■ Information shown ■
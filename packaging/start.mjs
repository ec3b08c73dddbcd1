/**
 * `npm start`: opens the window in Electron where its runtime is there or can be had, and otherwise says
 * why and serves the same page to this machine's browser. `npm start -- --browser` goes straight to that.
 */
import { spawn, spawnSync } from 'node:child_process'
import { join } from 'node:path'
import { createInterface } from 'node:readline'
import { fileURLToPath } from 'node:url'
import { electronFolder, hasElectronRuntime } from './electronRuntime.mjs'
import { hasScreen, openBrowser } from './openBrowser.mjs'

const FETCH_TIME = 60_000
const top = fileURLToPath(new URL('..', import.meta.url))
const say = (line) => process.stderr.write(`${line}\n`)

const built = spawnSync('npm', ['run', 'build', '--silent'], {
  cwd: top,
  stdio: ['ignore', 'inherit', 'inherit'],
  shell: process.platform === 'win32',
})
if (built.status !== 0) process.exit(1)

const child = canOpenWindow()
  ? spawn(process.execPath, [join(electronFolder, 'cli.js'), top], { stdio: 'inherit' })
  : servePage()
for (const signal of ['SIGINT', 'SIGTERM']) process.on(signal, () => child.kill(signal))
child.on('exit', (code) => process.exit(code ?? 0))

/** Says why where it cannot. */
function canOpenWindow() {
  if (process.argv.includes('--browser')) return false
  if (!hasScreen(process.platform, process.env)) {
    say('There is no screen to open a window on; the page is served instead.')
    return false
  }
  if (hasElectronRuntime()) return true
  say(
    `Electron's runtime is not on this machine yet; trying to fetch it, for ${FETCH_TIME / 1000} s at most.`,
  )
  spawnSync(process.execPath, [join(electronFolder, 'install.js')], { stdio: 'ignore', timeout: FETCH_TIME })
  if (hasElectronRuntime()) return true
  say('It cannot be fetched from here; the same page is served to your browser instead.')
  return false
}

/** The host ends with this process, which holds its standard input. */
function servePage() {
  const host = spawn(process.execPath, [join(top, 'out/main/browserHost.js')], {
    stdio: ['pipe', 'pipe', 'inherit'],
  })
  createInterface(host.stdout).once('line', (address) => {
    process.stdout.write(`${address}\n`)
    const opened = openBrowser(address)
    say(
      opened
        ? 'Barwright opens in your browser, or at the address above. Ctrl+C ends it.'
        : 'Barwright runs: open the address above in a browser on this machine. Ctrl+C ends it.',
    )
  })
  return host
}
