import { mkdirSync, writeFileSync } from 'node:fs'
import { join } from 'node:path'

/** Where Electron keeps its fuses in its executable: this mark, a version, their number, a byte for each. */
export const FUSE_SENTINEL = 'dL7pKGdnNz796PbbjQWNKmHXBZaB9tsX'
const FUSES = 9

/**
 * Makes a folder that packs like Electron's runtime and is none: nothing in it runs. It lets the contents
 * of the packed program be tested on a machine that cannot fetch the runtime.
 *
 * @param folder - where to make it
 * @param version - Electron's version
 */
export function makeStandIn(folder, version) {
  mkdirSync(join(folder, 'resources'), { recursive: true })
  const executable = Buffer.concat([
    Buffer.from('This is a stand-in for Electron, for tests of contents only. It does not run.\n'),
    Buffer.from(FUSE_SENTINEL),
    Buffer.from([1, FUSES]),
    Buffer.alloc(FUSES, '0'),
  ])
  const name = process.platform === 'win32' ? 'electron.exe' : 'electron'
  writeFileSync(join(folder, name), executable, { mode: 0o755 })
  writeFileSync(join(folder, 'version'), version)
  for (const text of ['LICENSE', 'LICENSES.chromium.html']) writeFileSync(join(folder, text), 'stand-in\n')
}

■ Exercise details ■
Transcribe, in full, each record that appears above.

■ Exercise solution ■
filename packaging/start.mjs
repository ec3b08c73dddbcd1
/**
 * `npm start`: opens the window in Electron where its runtime is there or can be had, and otherwise says
 * why and serves the same page to this machine's browser. `npm start -- --browser` goes straight to that.
 */
import { spawn, spawnSync } from 'node:child_process'
import { join } from 'node:path'
import { createInterface } from 'node:readline'
import { fileURLToPath } from 'node:url'
import { electronFolder, hasElectronRuntime } from './electronRuntime.mjs'
import { hasScreen, openBrowser } from './openBrowser.mjs'

const FETCH_TIME = 60_000
const top = fileURLToPath(new URL('..', import.meta.url))
const say = (line) => process.stderr.write(`${line}\n`)

const built = spawnSync('npm', ['run', 'build', '--silent'], {
  cwd: top,
  stdio: ['ignore', 'inherit', 'inherit'],
  shell: process.platform === 'win32',
})
if (built.status !== 0) process.exit(1)

const child = canOpenWindow()
  ? spawn(process.execPath, [join(electronFolder, 'cli.js'), top], { stdio: 'inherit' })
  : servePage()
for (const signal of ['SIGINT', 'SIGTERM']) process.on(signal, () => child.kill(signal))
child.on('exit', (code) => process.exit(code ?? 0))

/** Says why where it cannot. */
function canOpenWindow() {
  if (process.argv.includes('--browser')) return false
  if (!hasScreen(process.platform, process.env)) {
    say('There is no screen to open a window on; the page is served instead.')
    return false
  }
  if (hasElectronRuntime()) return true
  say(
    `Electron's runtime is not on this machine yet; trying to fetch it, for ${FETCH_TIME / 1000} s at most.`,
  )
  spawnSync(process.execPath, [join(electronFolder, 'install.js')], { stdio: 'ignore', timeout: FETCH_TIME })
  if (hasElectronRuntime()) return true
  say('It cannot be fetched from here; the same page is served to your browser instead.')
  return false
}

/** The host ends with this process, which holds its standard input. */
function servePage() {
  const host = spawn(process.execPath, [join(top, 'out/main/browserHost.js')], {
    stdio: ['pipe', 'pipe', 'inherit'],
  })
  createInterface(host.stdout).once('line', (address) => {
    process.stdout.write(`${address}\n`)
    const opened = openBrowser(address)
    say(
      opened
        ? 'Barwright opens in your browser, or at the address above. Ctrl+C ends it.'
        : 'Barwright runs: open the address above in a browser on this machine. Ctrl+C ends it.',
    )
  })
  return host
}
import { mkdirSync, writeFileSync } from 'node:fs'
import { join } from 'node:path'

/** Where Electron keeps its fuses in its executable: this mark, a version, their number, a byte for each. */
export const FUSE_SENTINEL = 'dL7pKGdnNz796PbbjQWNKmHXBZaB9tsX'
const FUSES = 9

/**
 * Makes a folder that packs like Electron's runtime and is none: nothing in it runs. It lets the contents
 * of the packed program be tested on a machine that cannot fetch the runtime.
 *
 * @param folder - where to make it
 * @param version - Electron's version
 */
export function makeStandIn(folder, version) {
  mkdirSync(join(folder, 'resources'), { recursive: true })
  const executable = Buffer.concat([
    Buffer.from('This is a stand-in for Electron, for tests of contents only. It does not run.\n'),
    Buffer.from(FUSE_SENTINEL),
    Buffer.from([1, FUSES]),
    Buffer.alloc(FUSES, '0'),
  ])
  const name = process.platform === 'win32' ? 'electron.exe' : 'electron'
  writeFileSync(join(folder, name), executable, { mode: 0o755 })
  writeFileSync(join(folder, 'version'), version)
  for (const text of ['LICENSE', 'LICENSES.chromium.html']) writeFileSync(join(folder, text), 'stand-in\n')
}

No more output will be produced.